#### RECORDED INFORMATION ####

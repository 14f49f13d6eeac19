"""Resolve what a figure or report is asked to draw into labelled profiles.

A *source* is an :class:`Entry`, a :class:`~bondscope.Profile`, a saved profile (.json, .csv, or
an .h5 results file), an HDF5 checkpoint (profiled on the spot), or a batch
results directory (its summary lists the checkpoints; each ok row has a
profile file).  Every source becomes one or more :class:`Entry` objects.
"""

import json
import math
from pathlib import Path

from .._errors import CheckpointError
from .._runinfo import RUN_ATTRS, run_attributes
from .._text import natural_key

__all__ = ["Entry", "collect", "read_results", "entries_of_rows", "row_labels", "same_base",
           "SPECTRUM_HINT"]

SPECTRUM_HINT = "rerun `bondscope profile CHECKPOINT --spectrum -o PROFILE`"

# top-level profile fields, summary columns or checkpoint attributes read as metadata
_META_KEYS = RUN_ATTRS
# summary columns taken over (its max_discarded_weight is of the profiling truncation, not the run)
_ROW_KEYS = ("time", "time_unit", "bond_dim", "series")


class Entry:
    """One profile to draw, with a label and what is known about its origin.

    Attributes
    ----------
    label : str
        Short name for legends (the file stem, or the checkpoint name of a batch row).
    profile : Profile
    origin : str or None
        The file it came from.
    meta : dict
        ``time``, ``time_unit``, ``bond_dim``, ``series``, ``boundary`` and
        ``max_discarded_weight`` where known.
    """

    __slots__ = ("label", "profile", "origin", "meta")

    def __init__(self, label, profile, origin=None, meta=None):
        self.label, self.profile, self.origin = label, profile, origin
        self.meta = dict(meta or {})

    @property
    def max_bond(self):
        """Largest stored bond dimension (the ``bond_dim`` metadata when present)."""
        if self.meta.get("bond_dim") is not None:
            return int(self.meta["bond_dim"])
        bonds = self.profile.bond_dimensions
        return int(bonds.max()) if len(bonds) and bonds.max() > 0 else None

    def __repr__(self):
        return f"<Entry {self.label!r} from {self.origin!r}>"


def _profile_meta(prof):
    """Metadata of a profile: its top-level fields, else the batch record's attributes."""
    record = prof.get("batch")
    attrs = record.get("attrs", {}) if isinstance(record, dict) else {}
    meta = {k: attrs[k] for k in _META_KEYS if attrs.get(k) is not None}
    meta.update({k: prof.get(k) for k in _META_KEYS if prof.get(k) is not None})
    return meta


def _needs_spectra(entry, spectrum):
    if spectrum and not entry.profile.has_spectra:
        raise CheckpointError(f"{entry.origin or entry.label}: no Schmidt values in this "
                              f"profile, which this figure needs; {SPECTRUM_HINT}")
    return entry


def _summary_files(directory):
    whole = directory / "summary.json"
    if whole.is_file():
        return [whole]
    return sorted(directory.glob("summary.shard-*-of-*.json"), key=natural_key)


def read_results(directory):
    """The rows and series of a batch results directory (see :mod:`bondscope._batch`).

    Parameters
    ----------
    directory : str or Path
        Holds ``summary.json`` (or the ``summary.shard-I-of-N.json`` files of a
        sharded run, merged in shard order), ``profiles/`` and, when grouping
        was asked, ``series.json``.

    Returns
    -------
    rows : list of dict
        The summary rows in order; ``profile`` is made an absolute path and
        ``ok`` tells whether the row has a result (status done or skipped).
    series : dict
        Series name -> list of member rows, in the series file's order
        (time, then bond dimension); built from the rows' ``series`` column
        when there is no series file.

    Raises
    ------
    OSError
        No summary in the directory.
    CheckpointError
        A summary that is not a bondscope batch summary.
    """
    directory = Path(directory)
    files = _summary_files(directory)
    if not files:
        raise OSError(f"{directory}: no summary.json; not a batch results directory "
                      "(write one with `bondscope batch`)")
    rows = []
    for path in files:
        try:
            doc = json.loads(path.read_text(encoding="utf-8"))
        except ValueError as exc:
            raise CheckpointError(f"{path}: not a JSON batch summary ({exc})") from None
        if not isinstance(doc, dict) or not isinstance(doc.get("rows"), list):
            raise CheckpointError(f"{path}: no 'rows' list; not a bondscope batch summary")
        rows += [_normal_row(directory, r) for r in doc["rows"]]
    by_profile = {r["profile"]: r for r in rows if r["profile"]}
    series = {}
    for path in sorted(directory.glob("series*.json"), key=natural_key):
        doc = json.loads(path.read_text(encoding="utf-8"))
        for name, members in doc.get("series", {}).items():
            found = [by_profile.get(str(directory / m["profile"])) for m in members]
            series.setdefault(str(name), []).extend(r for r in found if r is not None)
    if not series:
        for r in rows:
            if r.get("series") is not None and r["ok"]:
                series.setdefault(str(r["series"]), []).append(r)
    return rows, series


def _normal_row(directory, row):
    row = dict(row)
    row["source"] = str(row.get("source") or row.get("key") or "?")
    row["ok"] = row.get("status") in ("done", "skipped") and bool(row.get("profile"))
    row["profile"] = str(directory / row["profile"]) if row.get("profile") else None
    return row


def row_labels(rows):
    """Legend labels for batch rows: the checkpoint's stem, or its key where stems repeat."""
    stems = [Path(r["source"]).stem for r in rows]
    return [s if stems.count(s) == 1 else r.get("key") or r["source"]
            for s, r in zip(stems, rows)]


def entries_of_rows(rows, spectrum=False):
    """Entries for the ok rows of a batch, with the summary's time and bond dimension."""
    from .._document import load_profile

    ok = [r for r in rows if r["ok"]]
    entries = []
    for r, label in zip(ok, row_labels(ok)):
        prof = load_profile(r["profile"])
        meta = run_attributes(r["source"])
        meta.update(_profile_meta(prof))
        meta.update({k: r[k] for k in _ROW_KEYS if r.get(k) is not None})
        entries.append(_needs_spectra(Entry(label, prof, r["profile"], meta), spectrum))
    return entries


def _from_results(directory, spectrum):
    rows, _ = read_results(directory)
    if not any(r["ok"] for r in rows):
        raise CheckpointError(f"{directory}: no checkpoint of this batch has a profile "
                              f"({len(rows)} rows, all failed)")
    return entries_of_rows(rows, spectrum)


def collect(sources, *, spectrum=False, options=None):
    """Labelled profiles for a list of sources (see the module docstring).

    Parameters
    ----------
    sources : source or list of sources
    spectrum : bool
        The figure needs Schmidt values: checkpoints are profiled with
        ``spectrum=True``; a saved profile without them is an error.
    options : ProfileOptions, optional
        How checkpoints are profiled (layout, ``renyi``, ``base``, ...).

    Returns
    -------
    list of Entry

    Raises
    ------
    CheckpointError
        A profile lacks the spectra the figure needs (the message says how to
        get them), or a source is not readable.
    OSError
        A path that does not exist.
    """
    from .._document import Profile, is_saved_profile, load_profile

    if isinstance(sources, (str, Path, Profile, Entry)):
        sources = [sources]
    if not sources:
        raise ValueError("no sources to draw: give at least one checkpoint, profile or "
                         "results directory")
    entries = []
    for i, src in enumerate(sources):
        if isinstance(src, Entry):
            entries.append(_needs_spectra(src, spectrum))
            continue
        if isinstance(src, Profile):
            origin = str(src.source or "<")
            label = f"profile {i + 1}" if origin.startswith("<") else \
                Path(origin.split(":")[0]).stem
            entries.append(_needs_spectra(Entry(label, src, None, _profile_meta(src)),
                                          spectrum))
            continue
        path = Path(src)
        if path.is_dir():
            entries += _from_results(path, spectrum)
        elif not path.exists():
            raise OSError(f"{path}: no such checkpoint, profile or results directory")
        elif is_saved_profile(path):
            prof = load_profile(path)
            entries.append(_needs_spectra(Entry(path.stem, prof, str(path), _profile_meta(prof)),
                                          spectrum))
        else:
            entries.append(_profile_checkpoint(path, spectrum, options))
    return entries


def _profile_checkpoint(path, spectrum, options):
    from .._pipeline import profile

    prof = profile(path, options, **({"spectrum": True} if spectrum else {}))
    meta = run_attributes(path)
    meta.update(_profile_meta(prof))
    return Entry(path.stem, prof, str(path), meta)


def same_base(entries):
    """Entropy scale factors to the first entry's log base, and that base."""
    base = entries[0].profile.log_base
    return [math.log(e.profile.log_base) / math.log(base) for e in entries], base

####

- **TO DO**
Your response should be the lines above from the first to the one containing "profile CHECKPOINT --spectrum", inclusive, each given exactly.

- **YOUR RESPONSE**
repository 14f49f13d6eeac19
"""Resolve what a figure or report is asked to draw into labelled profiles.

A *source* is an :class:`Entry`, a :class:`~bondscope.Profile`, a saved profile (.json, .csv, or
an .h5 results file), an HDF5 checkpoint (profiled on the spot), or a batch
results directory (its summary lists the checkpoints; each ok row has a
profile file).  Every source becomes one or more :class:`Entry` objects.
"""

import json
import math
from pathlib import Path

from .._errors import CheckpointError
from .._runinfo import RUN_ATTRS, run_attributes
from .._text import natural_key

__all__ = ["Entry", "collect", "read_results", "entries_of_rows", "row_labels", "same_base",
           "SPECTRUM_HINT"]

SPECTRUM_HINT = "rerun `bondscope profile CHECKPOINT --spectrum -o PROFILE`"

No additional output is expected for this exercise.